New blog post: Getting peak TOPS on a Ryzen AI 7 350 NPU. This is an introduction to low-level programming on AMD NPUs using mlir-aie. I build an example that demonstrates 56 TOPS, very close to the max theoretical performance. These NPUs are identical to Xilinx AIE-MLv2 engines.
I start by giving an overview of the NPU hardware, explaining how it is organized as an array of compute, memory, and shimNOC tiles connected together mainly by an AXI-S interconnect for wide bandwidth data movement. I also explain the exposed-pipeline VLIW SIMD architecture.
Then I explain how SIMD operations are fundamentally intended for matrix multiplication operations. For instance, an 8x8 times 8x8 matrix multiplication of int8 values can be done in a single SIMD instruction which performs 1024 integer operations in a single clock cycle. I implement a C++ kernel and show how it maps to assembly, and how to read the assembly to detect performance losses.
I explain how the IRON Python API is used to generate LLVM MLIR that defines how the NPU is set up, including the configuration of all the DMAs used for data movement. I go through the relevant sections of the MLIR code and explain how it is compiled to lower level objects.
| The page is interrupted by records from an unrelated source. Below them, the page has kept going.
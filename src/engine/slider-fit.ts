/**
 * Fits slider values and a master gain to a target compensation curve.
 *
 * The applied gain is g(d) = M + Σ_k s_k·φ_k(d) with the hat weights of slider-basis.ts. Because the
 * weights sum to one, only the totals h_k = M + s_k shape the curve; the split between master and
 * sliders is a separate, documented choice (see {@link fitSliders}).
 *
 * The fit is lexicographic:
 * 1. minimax: the smallest worst-case error t* over the usable samples, subject to the totals being
 *    realisable (a small LP, solved as its dual with a dense revised simplex);
 * 2. tie-break: among the minimax solutions, least squares plus a tiny smoothness term (a strictly
 *    convex QP, solved with a dual active-set method of the Goldfarb–Idnani kind).
 * Step 2 matters because once a bound is active the minimax optimum is not unique and a vertex of
 * the LP can have an arbitrary, useless shape.
 */
import type {SliderBank, SliderFit, SliderSetting} from './types.js';
import {appliedGainDb, basisWeights, knotDepths} from './slider-basis.js';

/** What to fit: a sampled target curve, how deep it may be trusted, and the controls available. */
export interface FitRequest {
	/** Displayed depths of the target samples, cm, ascending, from 0. */
	readonly depthsCm: readonly number[];
	/** Target gain (compensation) at those depths, dB. */
	readonly targetDb: readonly number[];
	/** Samples deeper than this displayed depth (cm) are not fitted (blocked / below noise). */
	readonly usableDepthCm: number;
	readonly bank: SliderBank;
	/** Current displayed depth, cm (sets the knot positions). */
	readonly displayDepthCm: number;
	/** Range of the master (overall) gain, dB. */
	readonly master: {readonly minDb: number; readonly maxDb: number};
}

/** Weight of the smoothness term Σ(h_{k+1} − h_k)² against the mean squared residual (dB²). */
const SMOOTHNESS = 1e-6;
/** Slack on t* in the tie-break, relative to (1 + t*): small enough to leave the minimax intact. */
const MINIMAX_SLACK = 1e-9;

// ---------------------------------------------------------------------------------------------
// Public API
// ---------------------------------------------------------------------------------------------

/**
 * Best starting sliders and master gain for a target curve.
 *
 * Minimises the worst |g(d_i) − T_i| over all usable samples (d_i ≤ usableDepthCm), not only at
 * the knots, over every realisable setting; ties are broken by least squares with a tiny smoothness
 * term, so sliders whose knots see no usable sample continue flat from the last fitted one.
 *
 * **Split rule.** From the fitted totals h_k (dB) the master gain is
 * M = (max h + min h)/2 − (bank.minDb + bank.maxDb)/2, i.e. the value that puts the sliders'
 * midrange, (max s + min s)/2, at the centre of the slider range, then clamped into the feasible
 * interval [max(master.minDb, max h − bank.maxDb), min(master.maxDb, min h − bank.minDb)].
 * Sliders are s_k = h_k − M. This leaves the most slider headroom both ways for live adjustment.
 *
 * A usable range of zero length (usableDepthCm ≤ 0) fits nothing: the result is the flat naive
 * setting with residual 0.
 *
 * The bank's built-in ramp (rampDbPerCmMhz) is not modelled here: pass the target with the ramp
 * already subtracted, and the sliders come out as offsets from it.
 *
 * @returns sliders (knot depth cm, value dB), master gain dB, and the worst error (dB) with its
 * depth (cm), evaluated on every usable sample.
 */
export function fitSliders(req: FitRequest): SliderFit {
	const n = Math.floor(req.bank.count);
	if (!(n >= 1)) return masterOnlyFit(req);
	const data = usableSamples(req);
	if (data.depths.length === 0) return naiveFit(req);
	const bounds = totalBounds(req);
	if (bounds === null) return naiveFit(req);

	const knots = safeKnots(req);
	const rows = data.depths.map((d) => sparseWeights(knots, req.bank.ends, d));
	const lp = minimaxTotals(n, rows, data.targets, bounds);
	if (lp === null) return naiveFit(req);

	let totals = lp.totals;
	const tau = lp.tStar + MINIMAX_SLACK * (1 + lp.tStar);
	const qp = tieBreakTotals(n, rows, data.targets, bounds, tau);
	if (qp !== null && acceptable(qp, rows, data.targets, bounds, tau)) totals = qp;

	const fit = settingFromTotals(req, knots, totals);
	// Defensive only: an optimal fit can never be worse than the naive one (it is realisable too),
	// beyond the tie-break's slack.
	const naive = naiveFit(req);
	return fit.residualDb <= naive.residualDb + 2 * MINIMAX_SLACK * (1 + naive.residualDb) ? fit : naive;
}

/**
 * The naive fit: each slider total = target sampled (linear interpolation) at its knot, then split
 * and clamped the same way as {@link fitSliders}.
 *
 * Knots deeper than the last usable sample read the target there (the curve beyond is not to be
 * matched); with no usable sample every total is the first target value, i.e. a flat setting.
 * Totals the controls cannot reach are clamped: master into its range, then each slider into its.
 */
export function naiveFit(req: FitRequest): SliderFit {
	const n = Math.floor(req.bank.count);
	if (!(n >= 1)) return masterOnlyFit(req);
	const knots = safeKnots(req);
	const data = usableSamples(req);
	let totals: number[];
	if (data.depths.length === 0) {
		const t0 = req.targetDb[0];
		const flat = t0 !== undefined && Number.isFinite(t0) ? t0 : 0;
		totals = knots.map(() => flat);
	} else {
		const deepest = data.depths[data.depths.length - 1]!;
		totals = knots.map((k) => interpolate(data.depths, data.targets, Math.min(k, deepest)));
	}
	return settingFromTotals(req, knots, totals);
}

/**
 * Worst |applied − target| over usable samples, and where.
 *
 * @param sliderDb slider values, dB (missing entries count as 0 dB).
 * @param masterDb master gain, dB.
 * @returns residualDb (dB, 0 when nothing is usable) and atCm (displayed depth, cm, of the first
 * sample with that error; 0 when nothing is usable).
 */
export function fitError(req: FitRequest, sliderDb: readonly number[], masterDb: number): {residualDb: number; atCm: number} {
	const n = Math.max(0, Math.floor(req.bank.count) || 0);
	const knots = n >= 1 ? safeKnots(req) : [];
	const s = Array.from({length: knots.length}, (_, k) => finiteOr(sliderDb[k], 0));
	const m = finiteOr(masterDb, 0);
	const data = usableSamples(req);
	let residualDb = 0;
	let atCm = 0;
	for (let i = 0; i < data.depths.length; i++) {
		const d = data.depths[i]!;
		const g = knots.length === 0 ? m : appliedGainDb(knots, req.bank.ends, s, m, d);
		const e = Math.abs(g - data.targets[i]!);
		if (e > residualDb) {
			residualDb = e;
			atCm = d;
		}
	}
	return {residualDb, atCm};
}

// ---------------------------------------------------------------------------------------------
// Sampling, bounds and the master/slider split
// ---------------------------------------------------------------------------------------------

interface Samples {
	readonly depths: number[];
	readonly targets: number[];
}

interface SparseWeights {
	readonly idx: number[];
	readonly val: number[];
}

interface TotalBounds {
	/** Lowest / highest reachable total, dB. */
	readonly lo: number;
	readonly hi: number;
	/** Largest spread between two totals (the slider range), dB. */
	readonly spread: number;
}

function finiteOr(x: number | undefined, fallback: number): number {
	return x !== undefined && Number.isFinite(x) ? x : fallback;
}

function clamp(x: number, lo: number, hi: number): number {
	return x < lo ? lo : x > hi ? hi : x;
}

/** Samples that the fit must match; non-finite ones are skipped so they can never leak NaN. */
function usableSamples(req: FitRequest): Samples {
	const depths: number[] = [];
	const targets: number[] = [];
	const limit = req.usableDepthCm;
	if (!(limit > 0)) return {depths, targets};
	const count = Math.min(req.depthsCm.length, req.targetDb.length);
	for (let i = 0; i < count; i++) {
		const d = req.depthsCm[i]!;
		const t = req.targetDb[i]!;
		if (Number.isFinite(d) && Number.isFinite(t) && d <= limit) {
			depths.push(d);
			targets.push(t);
		}
	}
	return {depths, targets};
}

/** Knots, guarded against a zero or non-finite display depth (which would make weights 0/0). */
function safeKnots(req: FitRequest): number[] {
	const depth = Number.isFinite(req.displayDepthCm) && req.displayDepthCm > 0 ? req.displayDepthCm : 1;
	return knotDepths(req.bank, depth);
}

/** Hat weights at one depth, as the non-zero entries only (at most two). */
function sparseWeights(knots: readonly number[], ends: SliderBank['ends'], depthCm: number): SparseWeights {
	const w = basisWeights(knots, ends, depthCm);
	const idx: number[] = [];
	const val: number[] = [];
	for (let k = 0; k < w.length; k++) {
		const v = w[k]!;
		if (v !== 0 && Number.isFinite(v)) {
			idx.push(k);
			val.push(v);
		}
	}
	return {idx, val};
}

function totalBounds(req: FitRequest): TotalBounds | null {
	const {bank, master} = req;
	const lo = master.minDb + bank.minDb;
	const hi = master.maxDb + bank.maxDb;
	const spread = bank.maxDb - bank.minDb;
	const ok = [lo, hi, spread].every(Number.isFinite) && lo <= hi && spread >= 0 && master.minDb <= master.maxDb;
	return ok ? {lo, hi, spread} : null;
}

/** Linear interpolation of a sampled curve (depths ascending), held flat outside the samples. */
function interpolate(depths: readonly number[], values: readonly number[], x: number): number {
	const last = depths.length - 1;
	if (x <= depths[0]!) return values[0]!;
	if (x >= depths[last]!) return values[last]!;
	let lo = 0;
	let hi = last;
	while (hi - lo > 1) {
		const mid = (lo + hi) >> 1;
		if (depths[mid]! <= x) lo = mid;
		else hi = mid;
	}
	const d0 = depths[lo]!;
	const d1 = depths[hi]!;
	if (d1 === d0) return values[hi]!;
	return values[lo]! + ((values[hi]! - values[lo]!) * (x - d0)) / (d1 - d0);
}

/** Split totals into master + sliders (rule in fitSliders' TSDoc), clamping what cannot be reached. */
function splitTotals(totals: readonly number[], req: FitRequest): {masterDb: number; sliderDb: number[]} {
	const {bank, master} = req;
	let hMax = -Infinity;
	let hMin = Infinity;
	for (const h of totals) {
		if (h > hMax) hMax = h;
		if (h < hMin) hMin = h;
	}
	const ideal = (hMax + hMin) / 2 - (bank.minDb + bank.maxDb) / 2;
	const lo = Math.max(master.minDb, hMax - bank.maxDb);
	const hi = Math.min(master.maxDb, hMin - bank.minDb);
	// Unreachable totals (naive fit only): centre the sliders as far as the master allows.
	const m = lo <= hi ? clamp(ideal, lo, hi) : clamp(ideal, master.minDb, master.maxDb);
	const masterDb = finiteOr(m, finiteOr(master.minDb, 0));
	const sliderDb = totals.map((h) => finiteOr(clamp(h - masterDb, bank.minDb, bank.maxDb), finiteOr(bank.minDb, 0)));
	return {masterDb, sliderDb};
}

function settingFromTotals(req: FitRequest, knots: readonly number[], totals: readonly number[]): SliderFit {
	const {masterDb, sliderDb} = splitTotals(totals, req);
	const sliders: SliderSetting[] = knots.map((depthCm, k) => ({depthCm, gainDb: sliderDb[k]!}));
	const err = fitError(req, sliderDb, masterDb);
	return {sliders, masterGainDb: masterDb, residualDb: err.residualDb, residualAtCm: err.atCm};
}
Finally, I show how to use tracing to measure the performance of the NPU workload execution, and check that it matches the understanding we had obtained by analyzing the assembly code.

This post is an ideal self-contained introduction if you want to learn how NPUs work from a low-level perspective.

Read more: https://destevez.net/2026/05/getting-peak-tops-on-a-ryzen-ai-7-350-npu/

Getting peak TOPS on a Ryzen AI 7 350 NPU – Daniel Estévez

@destevez “blog post” is stretching the definition of what might as well be a book! Incredible work!